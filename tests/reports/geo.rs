//! The `GeoJSON` of flights: by the rules, on the geodesic, without a gap, and enough to fly the flight again.

use super::geo_rules::{Line, assert_cut, checked};
use crate::light::{any_flight, flight};
use gloamline::intake::{Flight, flight_file};
use gloamline::sky::Sky;
use gloamline::units::{Instant, Metres, Place};
use gloamline::{Brief, brief, reports};
use proptest::prelude::*;
use std::sync::LazyLock;

pub(super) static SKY: LazyLock<Sky> = LazyLock::new(Sky::default);

/// What is promised, and what rounding adds: 1e-6° either way in both directions, and half a millisecond at 772 m/s.
const OFF_M: f64 = 100.0 + 0.08 + 0.4;
/// The largest radius of curvature, at the poles.
const R_MAX_M: f64 = 6_399_594.0;

fn instant(text: &str) -> Instant {
    Instant::from_utc(text.parse().unwrap())
}

/// A flight at 250 m/s through places, with a wait of an hour where two are the same.
fn through(places: &[(f64, f64)]) -> Flight {
    let places: Vec<Place> = places.iter().map(|&(lat, lon)| Place::from_deg(lat, lon).unwrap()).collect();
    let mut points = vec![(places[0], 0.0)];
    for pair in places.windows(2) {
        let length_m = gloamline::path::Line::between(pair[0], pair[1]).length_m();
        let seconds = if length_m == 0.0 { 3600.0 } else { length_m / 250.0 };
        points.push((pair[1], points[points.len() - 1].1 + seconds));
    }
    flight("through", instant("2026-03-19T06:00:00Z"), &points)
}

pub(super) fn briefed(flight: Flight) -> Brief {
    brief(flight, &SKY).unwrap()
}

/// The lines of a flight in order, whatever the light.
fn lines_of(flight: Flight) -> Vec<Line> {
    let brief = briefed(flight);
    let tracks = checked(&reports::geojson(&brief).unwrap());
    assert_whole(&brief, &tracks);
    assert_near(&brief, &tracks);
    tracks.concat()
}

/// The segments follow each other from take-off to landing: each begins where and when the last one ended.
fn assert_whole(brief: &Brief, tracks: &[Vec<Line>]) {
    assert_eq!(tracks.len(), brief.light.segments.len());
    let all: Vec<&Line> = tracks.iter().flatten().collect();
    let seconds = |time: &str| instant(time).since_s(brief.path.takeoff);
    assert!(seconds(&all[0][0].1).abs() < 6e-4);
    assert!((seconds(&all[all.len() - 1].last().unwrap().1) - brief.path.airborne_s).abs() < 6e-4);
    for pair in tracks.windows(2) {
        let (before, after) = (pair[0].last().unwrap(), &pair[1][0]);
        if before.last() != after.first() {
            assert_cut(before, after);
        }
    }
}

/// The straight line between two positions, at a share of the time between, against where the aircraft is then.
fn assert_near(brief: &Brief, tracks: &[Vec<Line>]) {
    let at_s = |time: &str| instant(time).since_s(brief.path.takeoff);
    for pair in tracks.iter().flatten().flat_map(|line| line.windows(2)) {
        let ((a, from), (b, to)) = (&pair[0], &pair[1]);
        let ends = [a, b].map(|at| Place::from_deg(at[1], at[0]).unwrap().normal());
        let middle: f64 = (0..3).map(|i| f64::midpoint(ends[0][i], ends[1][i]).powi(2)).sum();
        let sinks = (1.0 - middle.sqrt()) * R_MAX_M;
        assert!(sinks < OFF_M * R_MAX_M / 6_335_439.0, "{sinks} m through space between {a:?} and {b:?}");
        for share in [0.0, 0.1, 0.3, 0.4, 0.5, 0.6, 0.7, 0.9, 1.0] {
            let between = |from: f64, to: f64| from + share * (to - from);
            let drawn = Place::from_deg(between(a[1], b[1]), between(a[0], b[0])).unwrap().normal();
            let seconds = between(at_s(from), at_s(to)).clamp(0.0, brief.path.airborne_s);
            let flown = brief.path.at(seconds).normal;
            let off = drawn.iter().zip(flown).map(|(d, f)| (d - f).powi(2)).sum::<f64>().sqrt() * R_MAX_M;
            assert!(off < OFF_M, "{off} m at {share} between {a:?} and {b:?}");
        }
    }
}

fn longitudes(line: &Line) -> Vec<f64> {
    line.iter().map(|(position, _)| position[0]).collect()
}

#[test]
fn a_flight_over_the_pole_is_parted_there_and_nowhere_else() {
    for places in [
        &[(60.0, 11.0), (61.0, -169.0)][..],
        &[(60.0, 11.0), (90.0, 77.0), (61.0, -169.0)],
        &[(60.0, 11.0), (90.0, 0.0), (90.0, 0.0), (61.0, -169.0)],
    ] {
        let lines = lines_of(through(places));
        let on_one =
            |lon: f64| lines.iter().filter(|line| longitudes(line).iter().all(|&l| l == lon)).count();
        assert_eq!(on_one(11.0) + on_one(-169.0), lines.len(), "{places:?}");
        let poles: Vec<bool> = lines.iter().map(|line| line[0].0[1] == 90.0).collect();
        assert!(poles.contains(&true), "{places:?}");
    }
    // out on another meridian than the one across
    let turned = lines_of(through(&[(-60.0, 20.0), (-90.0, 0.0), (-65.0, 100.0)]));
    assert!(
        turned.iter().all(|line| longitudes(line).iter().all(|&l| l == 20.0 || (l - 100.0).abs() < 1e-6))
    );
}

#[test]
fn a_flight_beside_the_pole_sweeps_round_it() {
    for off in [1e-9, 1e-7, 1e-4, 0.01] {
        let lines = lines_of(through(&[(70.0, -30.0), (70.0, 150.0 - off)]));
        let swept: f64 = lines.iter().flat_map(|line| line.windows(2)).map(|p| p[1].0[0] - p[0].0[0]).sum();
        assert!((swept.abs() - 180.0).abs() < 0.02, "{off}: {swept}");
    }
}

#[test]
fn a_flight_across_180_is_parted_on_it_and_its_box_wraps() {
    for places in [[(-37.0, 174.8), (21.3, -157.9)], [(21.3, -157.9), (-37.0, 174.8)]] {
        let brief = briefed(through(&places));
        let text = reports::geojson(&brief).unwrap();
        let tracks = checked(&text);
        let map: serde_json::Value = serde_json::from_str(&text).unwrap();
        assert_eq!((map["bbox"][0].as_f64(), map["bbox"][2].as_f64()), (Some(174.8), Some(-157.9)));
        let crossing = brief.circles.iter().find(|c| c.circle.latitude.is_none()).unwrap();
        let ends = tracks.iter().flatten().filter(|line| line.last().unwrap().0[0].abs() == 180.0);
        let ends: Vec<&Line> = ends.collect();
        assert_eq!(ends.len(), 1);
        let (end, time) = ends[0].last().unwrap();
        assert!((end[1] - crossing.place.lat.deg()).abs() <= 5.1e-7);
        assert!((instant(time).since_s(brief.path.takeoff) - crossing.at_s).abs() < 6e-4);
        assert!(longitudes(ends[0]).iter().all(|lon| lon * end[0] > 0.0));
    }
}

#[test]
fn a_flight_that_begins_or_ends_on_180_or_follows_it_stays_on_its_side() {
    let sided = |places: &[(f64, f64)], side: f64| {
        let lines = lines_of(through(places));
        assert!(lines.iter().flat_map(longitudes).all(|lon| lon * side > 0.0), "{places:?}");
    };
    sided(&[(10.0, 180.0), (20.0, 160.0)], 1.0);
    sided(&[(10.0, -180.0), (20.0, -160.0)], -1.0);
    sided(&[(20.0, 160.0), (10.0, -180.0)], 1.0);
    sided(&[(20.0, -160.0), (10.0, 180.0)], -1.0);
    sided(&[(20.0, 160.0), (10.0, 180.0), (-10.0, 180.0), (-20.0, 150.0)], 1.0);
    sided(&[(20.0, 160.0), (10.0, 180.0), (10.0, 180.0), (5.0, 150.0)], 1.0);
    sided(&[(20.0, -160.0), (10.0, 180.0), (10.0, 180.0), (5.0, -150.0)], -1.0);
    let along = lines_of(through(&[(-40.0, 180.0), (40.0, 180.0)]));
    assert!(along.iter().flat_map(longitudes).all(|lon| lon.abs() == 180.0));
}

#[test]
fn a_leg_that_leads_nowhere_is_a_line_at_one_place() {
    let lines = lines_of(through(&[(50.0, 8.0), (52.0, 10.0), (52.0, 10.0), (54.0, 8.0)]));
    let still: Vec<_> = lines.iter().flat_map(|line| line.windows(2)).filter(|p| p[0].0 == p[1].0).collect();
    assert!(!still.is_empty());
    assert!(still.iter().all(|pair| pair[0].0[..2] == [10.0, 52.0]), "{still:?}");
}

#[test]
fn heights_stand_on_the_line_from_take_off_to_landing() {
    let text = "from = \"BIKF\"\nto = \"PANC\"\ntakeoff = 2026-11-06T16:50:00Z\nairborne = \"6h35m\"\n\
                level_ft = 34000\nclimb_ft_min = 1800\ndescent_ft_min = 1500\n";
    let brief = briefed(flight_file(text, "heights").unwrap());
    let tracks = checked(&reports::geojson(&brief).unwrap());
    let heights = brief.path.heights.as_ref().unwrap();
    for pair in tracks.iter().flatten().flat_map(|line| line.windows(2)) {
        let at_s = |i: usize| instant(&pair[i].1).since_s(brief.path.takeoff);
        let Metres(flown) = heights.at(f64::midpoint(at_s(0), at_s(1)));
        // a decimetre of rounding and half a millisecond of climb
        assert!((f64::midpoint(pair[0].0[2], pair[1].0[2]) - flown).abs() < 0.06, "{pair:?}");
    }
}

/// The document's positions and times as the waypoints of a flight; of two within a second one.
fn flown_again(brief: &Brief, tracks: &[Vec<Line>]) -> Brief {
    let place = |at: &[f64]| Place::from_deg(at[1], at[0]).unwrap();
    let seconds = |time: &str| instant(time).since_s(brief.path.takeoff);
    let all: Vec<_> =
        tracks.iter().flatten().flatten().map(|(at, time)| (place(at), seconds(time))).collect();
    let end = all[all.len() - 1];
    let mut points = vec![all[0]];
    for &point in &all {
        if point.1 - points[points.len() - 1].1 > 1.0 && end.1 - point.1 > 1.0 {
            points.push(point);
        }
    }
    points.push(end);
    briefed(flight("again", brief.path.takeoff, &points))
}

#[test]
fn a_flight_through_the_documents_points_has_the_same_crossings() {
    let folder = std::path::Path::new(env!("CARGO_MANIFEST_DIR")).join("demo-flights");
    let mut compared = 0;
    for entry in std::fs::read_dir(folder).unwrap() {
        let text = std::fs::read_to_string(entry.unwrap().path()).unwrap();
        let brief = briefed(flight_file(&text, "demo").unwrap());
        let tracks = checked(&reports::geojson(&brief).unwrap());
        assert_whole(&brief, &tracks);
        assert_near(&brief, &tracks);
        let again = flown_again(&brief, &tracks);
        assert_eq!(brief.light.crossings.len(), again.light.crossings.len(), "{}", brief.flight.name);
        for (one, other) in brief.light.crossings.iter().zip(&again.light.crossings) {
            assert_eq!((one.limit, one.direction), (other.limit, other.direction));
            assert!((one.at_s - other.at_s).abs() < 0.5, "{}: {one:?} {other:?}", brief.flight.name);
            compared += 1;
        }
    }
    assert!(compared > 15, "only {compared} crossings");
}

proptest! {
    #![proptest_config(ProptestConfig { cases: 64, failure_persistence: None, ..ProptestConfig::default() })]

    #[test]
    fn the_track_of_any_flight_keeps_the_rules_and_lies_on_its_geodesics(flight in any_flight()) {
        lines_of(flight);
    }
}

■ How to complete this task
Write out every line from the data above that includes "reports".

■ Exercise output
filename tests/reports/geo.rs
use gloamline::{Brief, brief, reports};
    let tracks = checked(&reports::geojson(&brief).unwrap());
        let text = reports::geojson(&brief).unwrap();
    let tracks = checked(&reports::geojson(&brief).unwrap());
        let tracks = checked(&reports::geojson(&brief).unwrap());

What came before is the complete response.